Meta reported a $4 billion loss for its Reality Labs division in its latest quarterly earnings, continuing a trend of significant financial shortfalls for the unit responsible for augmented and virtual reality products.
This loss is consistent with a total of $83.5 billion in losses over the last 21 quarters since 2021, averaging $4 billion per quarter. As the company reduces its metaverse investments, it plans to allocate even more resources to artificial intelligence (AI), with projected spending of $125 billion to $145 billion by 2026.
Despite these losses in Reality Labs, Meta posted a net income of $26.8 billion in Q1 2023, a 61% increase from the previous year, alongside a 33% rise in revenue to $56.3 billion. This financial performance underscores a substantial pivot toward AI amid competition from firms like OpenAI and Anthropic.
“We are increasing our infrastructure capex forecast for this year,” Meta CEO Mark Zuckerberg said during the earnings call. “Most of that is due to higher component costs, particularly memory pricing. We are very focused on increasing the efficiency of our investments.”
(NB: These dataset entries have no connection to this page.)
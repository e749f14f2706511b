"""Patient codes: random, never derived from anything, with two check characters.

The check is ISO/IEC 7064:2003 MOD 1271-36. Bodies are drawn without I, L, O and U and drawn again
until the check characters avoid them too, so that I, L and O can be read as 1, 1 and 0 on entry.
"""

import secrets

from trends.measures.check_characters import ALPHABET, check_characters, fits

LOOK_ALIKES = "ILOU"
BODY_ALPHABET = "".join(letter for letter in ALPHABET if letter not in LOOK_ALIKES)
BODY_LENGTH = 8
LENGTH = BODY_LENGTH + 2
READ_AS = str.maketrans({"I": "1", "L": "1", "O": "0", " ": None, "-": None, "\u00a0": None})


class CodeMistyped(ValueError):
    """A typed code whose length, letters or check characters don't fit."""

    def __init__(self, typed: str, why: str) -> None:
        self.typed = typed[:20]
        self.why = why
        super().__init__(
            f"The code {self.typed!r} is not a patient code: {why}. A code has {LENGTH} letters "
            "and digits, the last two check the others. Compare it with the card and type it again."
        )


def fresh() -> str:
    """Return a new random code; the caller makes sure it isn't taken."""
    while True:
        body = "".join(secrets.choice(BODY_ALPHABET) for _ in range(BODY_LENGTH))
        check = check_characters(body)
        if not set(check) & set(LOOK_ALIKES):
            return body + check


def normalise(typed: str) -> str:
    """Return a typed code in its stored form; raise ``CodeMistyped`` before any look-up."""
    code = typed.strip().upper().translate(READ_AS)
    if len(code) != LENGTH:
        raise CodeMistyped(typed, f"it has {len(code)} characters instead of {LENGTH}")
    if not all(letter in ALPHABET for letter in code):
        raise CodeMistyped(typed, "it has a character that is no letter or digit")
    if not fits(code):
        raise CodeMistyped(typed, "its check characters do not fit the others")
    return code
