"""Serving the demo on this machine: one worker, a few threads, loopback only."""

import socket
from typing import Any

HOST = "127.0.0.1"


def port_is_free(port: int) -> bool:
    """Say whether this machine's loopback port can be taken."""
    with socket.socket(socket.AF_INET, socket.SOCK_STREAM) as probe:
        probe.setsockopt(socket.SOL_SOCKET, socket.SO_REUSEADDR, 1)
        try:
            probe.bind((HOST, port))
        except OSError:
            return False
    return True


def serve(port: int) -> None:
    """Serve until stopped."""
    from django.core.wsgi import get_wsgi_application
    from gunicorn.app.base import BaseApplication

    class Local(BaseApplication):  # type: ignore[misc]
        """Gunicorn, configured here instead of by a file."""

        def load_config(self) -> None:
            """Set a single small worker; the database allows one writer at a time anyway."""
            options: dict[str, Any] = {
                "bind": f"{HOST}:{port}",
                "workers": 1,
                "threads": 4,
                "loglevel": "warning",
                "control_socket_disable": True,
            }
            for name, setting in options.items():
                if name in self.cfg.settings:
                    self.cfg.set(name, setting)

        def load(self) -> Any:
            """Return the application."""
            return get_wsgi_application()

    Local().run()
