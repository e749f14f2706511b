"""All addresses: one list of routes a view module, the site's slug in front."""

from django.urls import URLPattern, URLResolver, include, path

from clinic.views import accounts

# Each module of a site's screens is named here once, in the order of the navigation.
SITE_ROUTES: list[URLPattern | URLResolver] = []

urlpatterns = [
    *accounts.routes,
    path("s/<slug:slug>/", include(SITE_ROUTES)),
]

handler400 = "clinic.views.errors.bad_request"
handler403 = "clinic.views.errors.forbidden"
handler404 = "clinic.views.errors.not_found"
handler500 = "clinic.views.errors.broken"
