"""Serving the demo on this machine: one worker, a few threads, loopback only."""

import os
import socket
import sys

from clinic.local import ROOT

HOST = "127.0.0.1"
# One small worker: the database allows one writer at a time anyway.
OPTIONS = ("--workers", "1", "--threads", "4", "--log-level", "warning", "--no-control-socket")


def port_is_free(port: int) -> bool:
    """Say whether this machine's loopback port can be taken."""
    with socket.socket(socket.AF_INET, socket.SOCK_STREAM) as probe:
        probe.setsockopt(socket.SOL_SOCKET, socket.SO_REUSEADDR, 1)
        try:
            probe.bind((HOST, port))
        except OSError:
            return False
    return True


def serve(port: int) -> None:
    """Become the server; what loading the demo left in memory is gone with this process."""
    server = [sys.executable, "-m", "gunicorn", "clinic.wsgi:application"]
    where = ["--bind", f"{HOST}:{port}", "--chdir", str(ROOT)]
    os.execv(sys.executable, [*server, *where, *OPTIONS])  # noqa: S606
Meta’s past investments in metaverse technologies have not attracted significant interest or success, prompting a reassessment of its financial strategy. Last year, the company hired over 50 AI researchers and engineers from rival firms, contributing to the launch of its updated AI model, Muse Spark, earlier this month. While Zuckerberg reported an increase in AI usage, costs related to its development remain high.
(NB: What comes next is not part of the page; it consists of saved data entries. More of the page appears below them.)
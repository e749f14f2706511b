"""Database triggers that keep the log append-only on both databases.

Django drops SQLite triggers when it rebuilds a table, so they are re-made after each migration
(``post_migrate``) and a system check fails when one is missing.
"""

from collections.abc import Iterator
from contextlib import contextmanager
from typing import Any

from django.db import connections
from django.db.backends.base.base import BaseDatabaseWrapper

from clinic import models

# A note's text may be emptied by redaction, so it is guarded apart: never deleted.
DELETE_ONLY = (models.Note, models.Patient, models.Eye, models.Chain)


def wanted() -> list[tuple[str, str, str]]:
    """Return (trigger name, table, event) of every trigger that must exist."""
    rows = [
        (f"{model._meta.db_table}_no_{event.lower()}", model._meta.db_table, event)
        for model in models.APPEND_ONLY
        for event in ("UPDATE", "DELETE")
    ]
    rows += [
        (f"{model._meta.db_table}_no_delete", model._meta.db_table, "DELETE")
        for model in DELETE_ONLY
    ]
    return rows


def present(connection: BaseDatabaseWrapper) -> set[str]:
    """Return the names of the triggers that are there."""
    if connection.vendor == "sqlite":
        sql = "SELECT name FROM sqlite_master WHERE type = 'trigger'"
    else:
        sql = "SELECT tgname FROM pg_trigger WHERE NOT tgisinternal AND tgenabled <> 'D'"
    with connection.cursor() as cursor:
        cursor.execute(sql)
        return {row[0] for row in cursor.fetchall()}


def missing(connection: BaseDatabaseWrapper) -> list[str]:
    """Return the names of the triggers that are not there, of tables that are."""
    tables = set(connection.introspection.table_names())
    have = present(connection)
    return [name for name, table, _ in wanted() if table in tables and name not in have]


def _create_sqlite(cursor: Any, name: str, table: str, event: str) -> None:
    cursor.execute(
        f"CREATE TRIGGER IF NOT EXISTS {name} BEFORE {event} ON {table} BEGIN "
        f"SELECT RAISE(ABORT, '{table} only grows: {event} refused'); END"
    )


def _create_postgres(cursor: Any, name: str, table: str, event: str) -> None:
    cursor.execute(f"DROP TRIGGER IF EXISTS {name} ON {table}")
    cursor.execute(
        f"CREATE TRIGGER {name} BEFORE {event} ON {table} "
        "FOR EACH ROW EXECUTE FUNCTION ebbline_only_grows()"
    )
    if event == "DELETE":
        cursor.execute(f"DROP TRIGGER IF EXISTS {name}_all ON {table}")
        cursor.execute(
            f"CREATE TRIGGER {name}_all BEFORE TRUNCATE ON {table} "
            "FOR EACH STATEMENT EXECUTE FUNCTION ebbline_only_grows()"
        )


def install(connection: BaseDatabaseWrapper) -> None:
    """Make every trigger whose table exists. Both databases answer with an integrity error."""
    tables = set(connection.introspection.table_names())
    create = _create_sqlite if connection.vendor == "sqlite" else _create_postgres
    with connection.cursor() as cursor:
        if connection.vendor != "sqlite":
            cursor.execute(
                "CREATE OR REPLACE FUNCTION ebbline_only_grows() RETURNS trigger AS $$ BEGIN "
                "RAISE EXCEPTION '% only grows: % refused', TG_TABLE_NAME, TG_OP "
                "USING ERRCODE = 'integrity_constraint_violation'; END $$ LANGUAGE plpgsql"
            )
        for name, table, event in wanted():
            if table in tables:
                create(cursor, name, table, event)


def remove(connection: BaseDatabaseWrapper) -> None:
    """Drop every trigger. Only for tests' teardown and for migrations that rebuild tables."""
    with connection.cursor() as cursor:
        for name, table, _event in wanted():
            if connection.vendor == "sqlite":
                cursor.execute(f"DROP TRIGGER IF EXISTS {name}")
            else:
                cursor.execute(f"DROP TRIGGER IF EXISTS {name} ON {table}")
                cursor.execute(f"DROP TRIGGER IF EXISTS {name}_all ON {table}")


@contextmanager
def lifted(alias: str = "default") -> Iterator[None]:
    """Lift the triggers for a moment: for a test's teardown, never for the app."""
    remove(connections[alias])
    try:
        yield
    finally:
        install(connections[alias])


def after_migrate(*, using: str, **_: Any) -> None:
    """Re-make the triggers after a migration."""
    install(connections[using])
A question from an investor about Meta’s capital expenditures in 2027 received no specific guidance. “We aren’t providing a specific outlook for 2027 capex, and we are, frankly, undergoing a very dynamic planning process ourselves as we’re working through what our capacity needs will be over the coming years,” said Meta CFO Susan Li. “Our experience so far has been that we have continued to underestimate our compute needs.”
The mixed signals from the earnings report led to a decline in Meta’s stock, which fell more than 5% in after-hours trading.